Hi All...been growing veg for allmost 12 months now and loving it....

I have a prob with my first crop of strawberries...there is a good quantity of new fruit coming on but about 40% of the berries arent a true berry shape....more of a sought of bent/pointy skinny sought of shape...any ideas on whats going wrong??? too much fertiliser??? they really only have been getting seaweed solution fortnighly...they are growing in between a row of brussel sprouts on one side and tomatoes on the other. they get watered daily and were put down on seedlings on a raised row woth sheep poo blend.
Cheers.
 
I also get bent/pointy and out of shape if I go near brussel sprouts.. Nasty things
Brussels Sprouts are delicious. Steam them then roll in egg and breadcrumbs, sprinkle with sesame seeds and parmesan and grill until brown and crisp on top but tender inside.
Agree they are nasty if boiled and served plain.
 
Hi All...been growing veg for allmost 12 months now and loving it....

I have a prob with my first crop of strawberries...there is a good quantity of new fruit coming on but about 40% of the berries arent a true berry shape....more of a sought of bent/pointy skinny sought of shape...any ideas on whats going wrong??? too much fertiliser??? they really only have been getting seaweed solution fortnighly...they are growing in between a row of brussel sprouts on one side and tomatoes on the other. they get watered daily and were put down on seedlings on a raised row woth sheep poo blend.
Cheers.

Hi INORE.

Got a bit of an idea, but need a bit more information.

How are the brussel sprouts and tomatoes alongside looking?

Was there any fert mixed with the sheep poo? Have you only applied seaweed fert, like Seasol or something, ie with no added liquid N P K such as thrive?
 
Brussels Sprouts are delicious. Steam them then roll in egg and breadcrumbs, sprinkle with sesame seeds and parmesan and grill until brown and crisp on top but tender inside.
Agree they are nasty if boiled and served plain.

I'll have to try that one Julia, because I'm afraid I'm not a big fan of Brussel Sprouts either.
 
Hi INORE.

Got a bit of an idea, but need a bit more information.

How are the brussel sprouts and tomatoes alongside looking?

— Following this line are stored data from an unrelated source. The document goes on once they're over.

/** Everything that a bench gives over a whole scenario, sample by sample. */
import { expect } from 'vitest';
import type { Probe, Scenario } from '../../../sim/probe/fields.ts';
import { Bench, newCodeBlock, type CodeBlock } from '../../../sim/hardware/bench.ts';

export interface Outcome {
  code: number[];
  events: number[];
  amperes: number[];
  mean: number[];
  meanSquare: number[];
  clipped: number[];
  influenced: number[];
  /** One for each sample. */
  temperatureCode: number[];
  /** First samples of blocks that follow a power cycle. */
  powerCycles: number[];
}

export interface Settings {
  seed?: number;
  trial?: number;
  capacity?: number;
  inside?: number;
}

export function outcomeOf(probe: Probe, scenario: Scenario, settings: Settings = {}): Outcome {
  const { seed = 1, trial = 0, capacity = 100, inside } = settings;
  const bench = new Bench(probe, scenario, { seed, trial, folder: '.', capacity: inside });
  const block = newCodeBlock(capacity);
  const all: Outcome = {
    code: [], events: [], amperes: [], mean: [], meanSquare: [], clipped: [], influenced: [], temperatureCode: [],
    powerCycles: [],
  };
  while (bench.next(block)) append(all, block);
  expect(all.code.length).toBe(bench.totalSamples);
  expect(bench.next(block)).toBe(false);
  bench.close();
  return all;
}

function append(all: Outcome, block: CodeBlock): void {
  if (block.powerCycle) all.powerCycles.push(all.code.length);
  for (let k = 0; k < block.count; k++) {
    all.code.push(block.code[k]);
    all.events.push(block.events[k]);
    all.amperes.push(block.trueAmperes[k]);
    all.mean.push(block.trueMean[k]);
    all.meanSquare.push(block.trueMeanSquare[k]);
    all.clipped.push(block.clipped[k]);
    all.influenced.push(block.influenced[k]);
    all.temperatureCode.push(block.temperatureCode);
  }
}
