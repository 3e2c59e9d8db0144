import fc from 'fast-check';
import { expect, test } from 'vitest';
import { Coupling } from '../../../sim/hardware/coupling.ts';
import { couplingUnit } from './parts.ts';

const STEP_SECONDS = 1e-7;

test('a ramp of the field induces area times its slope (Faraday)', () => {
  // 3 mm^2 * 20 T/s = 60 uV
  const tesla = Float64Array.from({ length: 50 }, (_, n) => 20 * n * STEP_SECONDS);
  const volts = new Float64Array(50).fill(2.5);
  new Coupling(couplingUnit({ loop_mm2: 3 }), STEP_SECONDS).add(volts, tesla, null, 50);
  expect(volts[0]).toBe(2.5);
  for (const v of volts.subarray(1)) expect(v - 2.5).toBeCloseTo(60e-6, 14);
});

test('volt-seconds of a spike are area times the change of field, however the field gets there', () => {
  const fields = fc.array(fc.double({ min: -1, max: 1, noNaN: true }), { minLength: 2, maxLength: 60 });
  fc.assert(fc.property(fields, fc.double({ min: -1000, max: 1000, noNaN: true }), (field, loop_mm2) => {
    const volts = new Float64Array(field.length);
    const tesla = Float64Array.from(field);
    new Coupling(couplingUnit({ loop_mm2 }), STEP_SECONDS).add(volts, tesla, null, field.length);
    const voltSeconds = volts.reduce((sum, v) => sum + v * STEP_SECONDS, 0);
    const flux = loop_mm2 * 1e-6 * (field[field.length - 1] - field[0]);
    // 60 sums of at most 2e-3 Vs, each rounded
    expect(Math.abs(voltSeconds - flux)).toBeLessThan(60 * 2e-3 * 2 ** -52);
  }));
});

test('a conductor that changes by 10 V/ns gives ten times the voltage of one volt a nanosecond', () => {
  const volts = new Float64Array(3);
  new Coupling(couplingUnit({ slew_mV_per_V_per_ns: -2 }), STEP_SECONDS)
    .add(volts, new Float64Array(3), Float64Array.of(0, 1e10, -5e8), 3);
  expect(volts[0]).toBeCloseTo(0, 15);
  expect(volts[1]).toBeCloseTo(-20e-3, 15);
  expect(volts[2]).toBeCloseTo(1e-3, 15);
});

test('how the input is cut changes nothing', () => {
  const numbers = fc.array(fc.double({ min: -1, max: 1, noNaN: true }), { minLength: 1, maxLength: 30 });
  fc.assert(fc.property(numbers, fc.nat(30), (field, cut) => {
    const unit = couplingUnit({ loop_mm2: 5, slew_mV_per_V_per_ns: 1 });
    const tesla = Float64Array.from(field);
    const slew = tesla.map((x) => 1e9 * x);
    const whole = new Float64Array(field.length);
    new Coupling(unit, STEP_SECONDS).add(whole, tesla, slew, field.length);
    const parts = new Float64Array(field.length);
    const coupling = new Coupling(unit, STEP_SECONDS);
    for (const [from, to] of [[0, Math.min(cut, field.length)], [Math.min(cut, field.length), field.length]]) {
      coupling.add(parts.subarray(from, to), tesla.subarray(from, to), slew.subarray(from, to), to - from);
    }
    expect([...parts]).toEqual([...whole]);
  }));
});
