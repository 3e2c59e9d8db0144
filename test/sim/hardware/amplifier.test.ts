import fc from 'fast-check';
import { describe, expect, test } from 'vitest';
import { Amplifier, amplifierVolts } from '../../../sim/hardware/amplifier.ts';
import { CLIP_AMPLIFIER } from '../../../sim/hardware/clip.ts';
import type { AmplifierUnit } from '../../../sim/hardware/draw.ts';
import { amplifierUnit, AT_HOME } from './parts.ts';

/** The corner that the filter has when it must not show: it lags by 1.6e-9 s. */
const NO_FILTER = 1e5;

function outputs(unit: AmplifierUnit, input: ArrayLike<number>, stepSeconds = 1e-6, surroundings = AT_HOME) {
  const volts = Float64Array.from(input);
  const marks = new Uint8Array(input.length);
  const amplifier = new Amplifier(unit, stepSeconds);
  amplifier.surround(surroundings);
  amplifier.process(volts, marks, input.length);
  return { volts, marks, clips: amplifier.clips };
}

function marked(marks: Uint8Array): number[] {
  return [...marks.keys()].filter((n) => marks[n] === CLIP_AMPLIFIER);
}

test('an input at the virtual ground stays there, whatever the gain', () => {
  fc.assert(fc.property(fc.double({ min: -1e4, max: 1e4, noNaN: true }), (gain) => {
    expect(amplifierVolts(amplifierUnit({ gain }), 2.5)).toBe(2.5);
  }));
});

test('offset and its drift from 25 °C are amplified with the signal', () => {
  // 2.5 V + 10 * (2.6 V - 2.5 V + 3 mV)
  const input = new Float64Array(5).fill(2.6);
  expect(outputs(amplifierUnit({ gain: 10, offset_mV: 3 }), input).volts[4]).toBeCloseTo(3.53, 12);
  expect(outputs(amplifierUnit({ gain: -10, offset_mV: 3 }), input).volts[4]).toBeCloseTo(1.47, 12);
  // 40 K * 20 uV/K * 10 = 8 mV
  const warm = { ...AT_HOME, amplifierCelsius: 65 };
  const drifting = amplifierUnit({ gain: 10, offset_mV: 3, offsetDrift_uV_per_K: 20 });
  expect(outputs(drifting, input, 1e-6, warm).volts[4]).toBeCloseTo(3.538, 12);
});

describe('rails', () => {
  test('clip ahead of the filter: a clipped peak leaves the filter inside the rails, but is marked', () => {
    // 5 points beyond the rail, filter of 20 kHz = 8 points time constant: it reaches less than half way
    const input = Float64Array.from({ length: 100 }, (_, n) => (n >= 50 && n < 55 ? 12 : 2.5));
    for (const filterOrder of [1, 2, 3, 4]) {
      const { volts, marks, clips } = outputs(amplifierUnit({ filterOrder }), input);
      expect(Math.max(...volts)).toBeLessThan(4);
      expect(marked(marks)).toEqual([50, 51, 52, 53, 54]);
      expect(clips).toBe(5);
    }
  });

  test('an output exactly at the rail is not clipped', () => {
    // 2.5 V + 2 * 1.25 V
    expect(outputs(amplifierUnit({ gain: 2 }), new Float64Array(5).fill(3.75)).clips).toBe(0);
    expect(outputs(amplifierUnit({ gain: 2, recovery_us: 5 }), new Float64Array(5).fill(3.75)).clips).toBe(0);
  });

  test('scale with the supply', () => {
    const low = { ...AT_HOME, supplyRatio: 0.9 };
    const { volts } = outputs(amplifierUnit({ gain: 2 }), new Float64Array(5).fill(4), 1e-6, low);
    expect(volts[4]).toBe(4.5);
  });

  test('an amplifier without virtual ground cannot show negative currents', () => {
    // common practice, no source: around 0 V with a rail at 0 V, the negative half of a sine is cut off
    const unit = amplifierUnit({ virtualGround_V: 0, gain: 2, bandwidth_kHz: NO_FILTER });
    const input = Float64Array.from({ length: 1000 }, (_, n) => Math.sin(2 * Math.PI * n / 1000));
    const { volts, clips } = outputs(unit, input);
    expect(Math.min(...volts)).toBe(0);
    // the pole lags by 1.6e-9 s = 1.6e-3 steps, in which the sine near its peak moves 2 (2 pi/1000)^2/2 a step
    expect(Math.abs(Math.max(...volts) - 2)).toBeLessThan(1.7e-3 * (2 * Math.PI / 1000) ** 2);
    expect(clips).toBe(499);
    // with a virtual ground in the middle, nothing is lost
    const input25 = input.map((v) => v + 2.5);
    expect(outputs(amplifierUnit({ gain: 2, bandwidth_kHz: NO_FILTER }), input25).clips).toBe(0);
  });
});

describe('gain-bandwidth', () => {
  test('is a pole at product over gain: a step is 1 - 1/e behind after 1/(2 pi f)', () => {
    // 1 MHz at gain -10: 100 kHz, tau = 1.5915 us = 100 steps
    const tau = 1 / (2 * Math.PI * 1e5);
    const unit = amplifierUnit({ gain: -10, gainBandwidth_MHz: 1, bandwidth_kHz: 1e5 });
    const input = Float64Array.from({ length: 400 }, (_, n) => (n >= 1 ? 2.6 : 2.5));
    const { volts } = outputs(unit, input, tau / 100);
    // the step is a ramp of one grid step, so its middle is at 0.5; the filter delays by 1.6e-9 s = 0.1 step
    for (const n of [101, 201, 301]) {
      const lag = (n - 0.5 - 0.1) / 100;
      expect(Math.abs(volts[n] - (1.5 + Math.exp(-lag)))).toBeLessThan(2e-5);
    }
  });

  test('a gain below one has the bandwidth of gain one', () => {
    const tau = 1 / (2 * Math.PI * 1e5);
    const unit = amplifierUnit({ gain: 0.01, gainBandwidth_MHz: 0.1, bandwidth_kHz: 1e5 });
    const input = Float64Array.from({ length: 102 }, (_, n) => (n >= 1 ? 102.5 : 2.5));
    // 1/e, half a step and 0.1 of a step later
    const { volts } = outputs(unit, input, tau / 100);
    expect(Math.abs(volts[101] - (3.5 - Math.exp(-1.004)))).toBeLessThan(2e-5);
  });
});

describe('slew limit', () => {
  const unit = (change: Partial<AmplifierUnit> = {}) =>
    amplifierUnit({
      gain: 1, slew_V_per_us: 0.1, bandwidth_kHz: NO_FILTER, railLow_V: -100, railHigh_V: 100, ...change,
    });

  test('a step of 2 V at 0.1 V/us takes 20 us; each point on the way is marked', () => {
    const input = Float64Array.from({ length: 60 }, (_, n) => (n >= 10 ? 4.5 : 2.5));
    const { volts, marks } = outputs(unit(), input);
    // the filter delays the ramp by 1.6e-3 us
    for (let n = 10; n <= 28; n++) expect(Math.abs(volts[n] - (2.5 + 0.1 * (n - 9)))).toBeLessThan(2e-4);
    expect(volts[31]).toBeCloseTo(4.5, 9);
    // 20 steps of 0.1 V: the last arrives exactly
    expect(marked(marks).slice(0, 19)).toEqual(Array.from({ length: 19 }, (_, i) => 10 + i));
    expect(marked(marks).length).toBeLessThanOrEqual(20);
  });

  test('a sine beyond the full-power frequency slew/(2 pi A) becomes a triangle of slew * T/4', () => {
    // common textbook fact: 1 V at 100 kHz would need 0.63 V/us; the triangle has the amplitude 0.1 * 10/4 = 0.25 V
    const input = Float64Array.from({ length: 4000 }, (_, n) => Math.sin((2 * Math.PI * n) / 200));
    const { volts } = outputs(unit({ virtualGround_V: 0 }), input, 0.05e-6);
    // a corner falls between two points of 0.005 V
    expect(Math.abs(Math.max(...volts.subarray(2000)) - 0.25)).toBeLessThan(0.005);
    expect(Math.abs(Math.min(...volts.subarray(2000)) + 0.25)).toBeLessThan(0.005);
  });

  test('below the full-power frequency nothing is marked and nothing changes', () => {
    const input = Float64Array.from({ length: 1000 }, (_, n) => 2.5 + Math.sin((2 * Math.PI * n) / 100));
    // 2 pi 10 kHz * 1 V = 0.063 V/us
    const { volts, clips } = outputs(unit(), input);
    expect(clips).toBe(0);
    expect([...volts]).toEqual([...outputs(unit({ slew_V_per_us: null }), input).volts]);
  });

  test('with a gain-bandwidth a large step ramps until slew * tau is left, then decays', () => {
    // 100 kHz: tau = 1.5915 us; 0.1 V/us * tau = 0.15915 V: the ramp of 2 V ends after (2 - 0.15915)/0.1 = 18.4085 us
    const tau = 1 / (2 * Math.PI * 0.1);
    const input = Float64Array.from({ length: 60 }, (_, n) => (n >= 11 ? 4.5 : 2.5));
    const { volts, marks } = outputs(unit({ gainBandwidth_MHz: 0.1 }), input);
    // the input is a ramp from point 10 to 11: slewing begins when it leads by slew * tau
    const lead = (t: number) => 2 * (t - tau * (1 - Math.exp(-t / tau)));
    let begin = 0;
    for (let step = 0.5; step > 1e-15; step /= 2) {
      if (2 * (begin + step) - lead(begin + step) < 0.1 * tau) begin += step;
    }
    const ramp = (n: number) => 2.5 + lead(begin) + 0.1 * (n - 10 - begin);
    const end = 10 + begin + (4.5 - 0.1 * tau - (2.5 + lead(begin))) / 0.1;
    // what the filter of 1.6e-3 us takes from a slope of 0.1 V/us
    const allowed = 1.7e-4;
    for (let n = 11; n < end; n++) expect(Math.abs(volts[n] - ramp(n))).toBeLessThan(allowed);
    for (let n = Math.ceil(end); n < 60; n++) {
      expect(Math.abs(volts[n] - (4.5 - 0.1 * tau * Math.exp(-(n - end) / tau)))).toBeLessThan(allowed);
    }
    expect(marked(marks)).toEqual(Array.from({ length: Math.ceil(end) - 10 }, (_, i) => 11 + i));
  });

  test('agrees with a fine integration of dy/dt = clamp((x - y)/tau, slew) on any straight lines', () => {
    const numbers = fc.array(fc.double({ min: -3, max: 3, noNaN: true }), { minLength: 2, maxLength: 12 });
    fc.assert(fc.property(numbers, fc.constantFrom(0.02, 0.1, 1, 5), (given, gainBandwidth_MHz) => {
      const stage = unit({ gainBandwidth_MHz, slew_V_per_us: 1, virtualGround_V: 0, bandwidth_kHz: 1e8 });
      const { volts } = outputs(stage, given);
      const tau = 1 / (2 * Math.PI * gainBandwidth_MHz);
      const parts = 4000;
      let y = given[0];
      for (let i = 1; i < given.length; i++) {
        for (let part = 0; part < parts; part++) {
          const x = given[i - 1] + ((given[i] - given[i - 1]) * (part + 0.5)) / parts;
          const halfway = y + (0.5 / parts) * Math.max(-1, Math.min(1, (x - y) / tau));
          y += (1 / parts) * Math.max(-1, Math.min(1, (x - halfway) / tau));
        }
        // second order: (h/tau)^2 of a signal below 6 V, and (h/tau) h where it meets the limit; tau > 0.03 us
        expect(Math.abs(volts[i] - y)).toBeLessThan(6 * (1 / parts / tau) ** 2 + 1e-4);
      }
    }), { numRuns: 60 });
  });
});

describe('recovery', () => {
  test.each([0, 7])('after an overload the output stays %s us more at the rail, and is marked', (recovery_us) => {
    const unit = amplifierUnit({ gain: 1, recovery_us, slew_V_per_us: 1000, bandwidth_kHz: NO_FILTER });
    const input = Float64Array.from({ length: 60 }, (_, n) => (n >= 10 && n < 20 ? 7 : 2.5));
    const { volts, marks } = outputs(unit, input);
    const expected = Array.from({ length: 60 }, (_, n) => (n >= 10 && n < 20 + recovery_us ? 5 : 2.5));
    // a step through the filter of 1.6e-3 us: 1.6e-3 of it is left at the end of a ramp of 1 us
    for (let n = 0; n < 60; n++) expect(Math.abs(volts[n] - expected[n])).toBeLessThan(2.5 * 1.7e-3);
    expect(marked(marks)).toEqual(Array.from({ length: 10 + recovery_us }, (_, i) => 10 + i));
  });

  test('at the low rail too; an overload during recovery begins it anew', () => {
    const unit = amplifierUnit({ gain: 1, recovery_us: 6, bandwidth_kHz: NO_FILTER });
    const input = Float64Array.from({ length: 40 }, (_, n) => (n === 5 || n === 9 ? -1 : 2.5));
    expect(marked(outputs(unit, input).marks)).toEqual([5, 6, 7, 8, 9, 10, 11, 12, 13, 14, 15]);
  });
});

test('how the input is cut changes nothing, with every limit on', () => {
  const numbers = fc.array(fc.double({ min: -10, max: 10, noNaN: true }), { minLength: 1, maxLength: 40 });
  fc.assert(fc.property(numbers, fc.nat(40), fc.integer({ min: 1, max: 4 }), (given, cut, filterOrder) => {
    const unit = amplifierUnit({ gainBandwidth_MHz: 0.3, slew_V_per_us: 2, recovery_us: 3, filterOrder });
    const whole = outputs(unit, given);
    const parts = Float64Array.from(given);
    const marks = new Uint8Array(given.length);
    const amplifier = new Amplifier(unit, 1e-6);
    amplifier.surround(AT_HOME);
    const first = Math.min(cut, given.length);
    amplifier.process(parts.subarray(0, first), marks.subarray(0, first), first);
    amplifier.process(parts.subarray(first), marks.subarray(first), given.length - first);
    expect([...parts]).toEqual([...whole.volts]);
    expect([...marks]).toEqual([...whole.marks]);
  }));
});

describe('facts of the trade (common practice, no source): a front end of first order near 1 kHz', () => {
  test.each([[250, 0.99, 1], [3000, 0, 0.5]])('shows %s Hz PWM between %s and %s of it', (hertz, least, most) => {
    const points = 1000;
    const input = Float64Array.from({ length: 20 * points }, (_, n) => (n % points < points / 2 ? 3 : 2));
    const { volts } = outputs(amplifierUnit({ gain: 1, bandwidth_kHz: 1 }), input, 1 / (hertz * points));
    const settled = volts.subarray(19 * points);
    const height = Math.max(...settled) - Math.min(...settled);
    expect(height).toBeGreaterThan(least);
    expect(height).toBeLessThan(most);
    // a square wave through one pole swings tanh(T/(4 tau)) of its height; edges of a thousandth of the period cost
    // less than that thousandth of 2 pi f/fc
    expect(Math.abs(height - Math.tanh((2 * Math.PI * 1000) / (4 * hertz)))).toBeLessThan(0.01);
  });
});
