import fc from 'fast-check';
import { describe, expect, test } from 'vitest';
import { normalQuantile } from '../../../sim/hardware/quantile.ts';
import { RandomStream, seedWords, SplitMix64, Xoshiro128 } from '../../../sim/hardware/random.ts';

/** Relative distance; the quantile must hold to 1e-14 (PPND16 states about 1e-16, doubles add a few 1e-16). */
function relative(found: number, expected: number): number {
  return Math.abs(found / expected - 1);
}

describe('known answers', () => {
  // rust-random/rngs, rand_xoshiro/src/splitmix64.rs, from the authors' reference C; seed 1234567: a public task page
  test.each([
    [1477776061723855037n, [1985237415132408290n, 2979275885539914483n, 13511426838097143398n, 8488337342461049707n,
      15141737807933549159n]],
    [1234567n, [6457827717110365317n, 3203168211198807973n, 9817491932198370423n, 4593380528125082431n,
      16408922859458223821n]],
    [0n, [0xe220a8397b1dcdafn, 0x6e789e6aa1b965f4n, 0x06c45d188009454fn, 0xf88bb8a8724c81ecn]],
  ])('SplitMix64 from %s', (seed, expected) => {
    const mixer = new SplitMix64(seed);
    expect(expected.map(() => mixer.next())).toEqual(expected);
  });

  test('xoshiro128** 1.1 from (1, 2, 3, 4)', () => {
    // rust-random/rngs, rand_xoshiro/src/xoshiro128starstar.rs, from the authors' reference C
    const expected = [11520, 0, 5927040, 70819200, 2031721883, 1637235492, 1287239034, 3734860849, 3729100597,
      4258142804];
    const generator = new Xoshiro128([1, 2, 3, 4]);
    expect(expected.map(() => generator.word() >>> 0)).toEqual(expected);
  });

  test('xoshiro128** seeded from SplitMix64(0), low word first', () => {
    // derived with independent Python code, not published
    expect([...seedWords(0n)].map((word) => (word >>> 0).toString(16)))
      .toEqual(['7b1dcdaf', 'e220a839', 'a1b965f4', '6e789e6a']);
    const generator = new Xoshiro128(seedWords(0n));
    const expected = [3737715805, 2584255861, 2876756834, 3286328325];
    expect(expected.map(() => generator.word() >>> 0)).toEqual(expected);
  });

  test.each([
    // test values of AS 241, as in the R project's regression tests
    [0.25, -0.6744897501960817], [0.001, -3.090232306167814], [1e-20, -9.262340089798408],
  ])('normal quantile of %s to 1e-14', (probability, expected) => {
    expect(relative(normalQuantile(probability), expected)).toBeLessThan(1e-14);
  });

  test.each([[1, 0.8413447460685429], [2, 0.9772498680518208], [3, 0.9986501019683699]])(
    'quantile inverts the tabulated distribution at %s', (x, probability) => {
      // a probability near 1 is known to 1.2e-16; over the density that is the resolution in x, twice for the quotient
      const density = Math.exp(-x * x / 2) / Math.sqrt(2 * Math.PI);
      expect(Math.abs(normalQuantile(probability) - x)).toBeLessThan(2 * 1.2e-16 / density + 1e-15 * x);
    });
});

describe('normal quantile', () => {
  test('its slope is one over the density, in all three regions and across their borders', () => {
    // central difference with d = 1e-4 p: relative error (d x'''/x')/6 <= 1e-8/6 * 3(1 + x^2)..., rounding 1e-15/1e-4
    for (const p of [1e-30, 1e-15, 1.3e-11, 1.4e-11, 1e-6, 0.01, 0.0749, 0.0751, 0.2, 0.5]) {
      const d = 1e-4 * p;
      const slope = (normalQuantile(p + d) - normalQuantile(p - d)) / (2 * d);
      const x = normalQuantile(p);
      const density = Math.exp(-x * x / 2) / Math.sqrt(2 * Math.PI);
      expect(relative(slope * density, 1)).toBeLessThan(1e-7);
    }
  });

  test('is odd about one half', () => {
    fc.assert(fc.property(fc.integer({ min: 1, max: 2 ** 31 }), (k) => {
      const p = k / 2 ** 32; // 1 - p is exact
      expect(normalQuantile(1 - p)).toBe(-normalQuantile(p) + 0);
    }), { examples: [[1], [2 ** 31]] });
  });
});

describe('streams', () => {
  test('never give 0 or 1, nor an infinite normal, at either end of the words', () => {
    // a state whose word 1 is 0 gives the word 0; five * 9 of the inverse of 45 times -1 gives the word -1
    const lowest = new Xoshiro128([1, 0, 0, 0]);
    expect(lowest.uniform()).toBe(0.5 / 2 ** 32);
    const before = stateForWord(-1);
    const highest = new Xoshiro128([1, before, 0, 0]);
    expect(highest.uniform()).toBe(1 - 0.5 / 2 ** 32);
    expect(Math.abs(new Xoshiro128([1, before, 0, 0]).normal())).toBeLessThan(6.4);
  });

  test('normals in bulk are the normals one by one, however cut', () => {
    fc.assert(fc.property(fc.integer(), fc.nat(1000), fc.string(), fc.array(fc.nat(20), { maxLength: 8 }),
      (seed, trial, source, cuts) => {
        const single = new RandomStream(seed, trial, source);
        const bulk = new RandomStream(seed, trial, source);
        const block = new Float64Array(20);
        for (const count of cuts) {
          bulk.fillNormals(block, count);
          for (let i = 0; i < count; i++) expect(block[i]).toBe(single.normal());
        }
        expect(bulk.word()).toBe(single.word());
      }));
  });

  test('differ in seed, trial and source', () => {
    const start = (seed: number, trial: number, source: string) => {
      const stream = new RandomStream(seed, trial, source);
      return [stream.word(), stream.word(), stream.word(), stream.word()].join();
    };
    const starts = new Set<string>();
    for (let seed = -5; seed < 5; seed++) {
      for (let trial = 0; trial < 10; trial++) {
        for (const source of ['', 'a', 'b', 'ab', 'ba', 'core.gap_mm']) starts.add(start(seed, trial, source));
      }
    }
    expect(starts.size).toBe(600);
  });

  test('of neighbouring trials and sources are uncorrelated, each with mean 0 and variance 1', () => {
    // standard errors of n draws: mean 1/sqrt n, variance sqrt(2/n), correlation 1/sqrt n; five of them, fixed seed
    const n = 100_000;
    const draw = (trial: number, source: string) => {
      const block = new Float64Array(n);
      new RandomStream(7, trial, source).fillNormals(block, n);
      return block;
    };
    const blocks = [draw(0, 'a'), draw(1, 'a'), draw(2, 'a'), draw(0, 'b')];
    blocks.forEach((one, i) => {
      expect(Math.abs(one.reduce((sum, x) => sum + x, 0) / n)).toBeLessThan(5 / Math.sqrt(n));
      expect(Math.abs(one.reduce((sum, x) => sum + x * x, 0) / n - 1)).toBeLessThan(5 * Math.sqrt(2 / n));
      for (const other of blocks.slice(i + 1)) {
        expect(Math.abs(one.reduce((sum, x, k) => sum + x * other[k], 0) / n)).toBeLessThan(5 / Math.sqrt(n));
      }
    });
  });

  test('refuse a seed or trial that cannot be counted', () => {
    expect(() => new RandomStream(0.5, 0, 'a')).toThrow(/seed/);
    expect(() => new RandomStream(2 ** 53, 0, 'a')).toThrow(/seed/);
    expect(() => new RandomStream(1, -1, 'a')).toThrow(/trial/);
    expect(() => new Xoshiro128([0, 0, 0, 0])).toThrow(RangeError);
  });
});

/** The state word 1 that makes the next output `word`: undoes "times 9, rotate by 7, times 5" modulo 2^32. */
function stateForWord(word: number): number {
  const over9 = Math.imul(word, 954437177); // 9 * 954437177 = 1 modulo 2^32
  const turned = (over9 >>> 7) | (over9 << 25);
  return Math.imul(turned, -858993459); // 5 * 3435973837 = 1 modulo 2^32
}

Was there any fert mixed with the sheep poo? Have you only applied seaweed fert, like Seasol or something, ie with no added liquid N P K such as thrive?

cheers whiskers.
Tomatoes going well....brussell sprout plants now almost about 800mm high, sprouts are failing to form ie. just a bunch of open leafs that have failed to close and form a solid heart but the actual plants are big and well formed ( so i was thinking of taking these plants out which are about 5 months old now cos i dont think i am gonna get any luck)

as for the strawberry plansts, i think i followed peter cundalls recipe of 1 handful of 75% blood/bone and 25% lime mix per m2. and this all went together with the sheep poo and soil. I have only applied seasol concentrate 30ml/9litres, except for two weeks ago when i applied the packet dosage of some NPK blue about two weeks ago, but, deformations were allready there. the strawberry plants are all very healthy with no discoloration and nice growth. i think the seedlings are now about 3 months old.
Cheers.
 
cheers whiskers.
Tomatoes going well....brussell sprout plants now almost about 800mm high, sprouts are failing to form ie. just a bunch of open leafs that have failed to close and form a solid heart but the actual plants are big and well formed ( so i was thinking of taking these plants out which are about 5 months old now cos i dont think i am gonna get any luck)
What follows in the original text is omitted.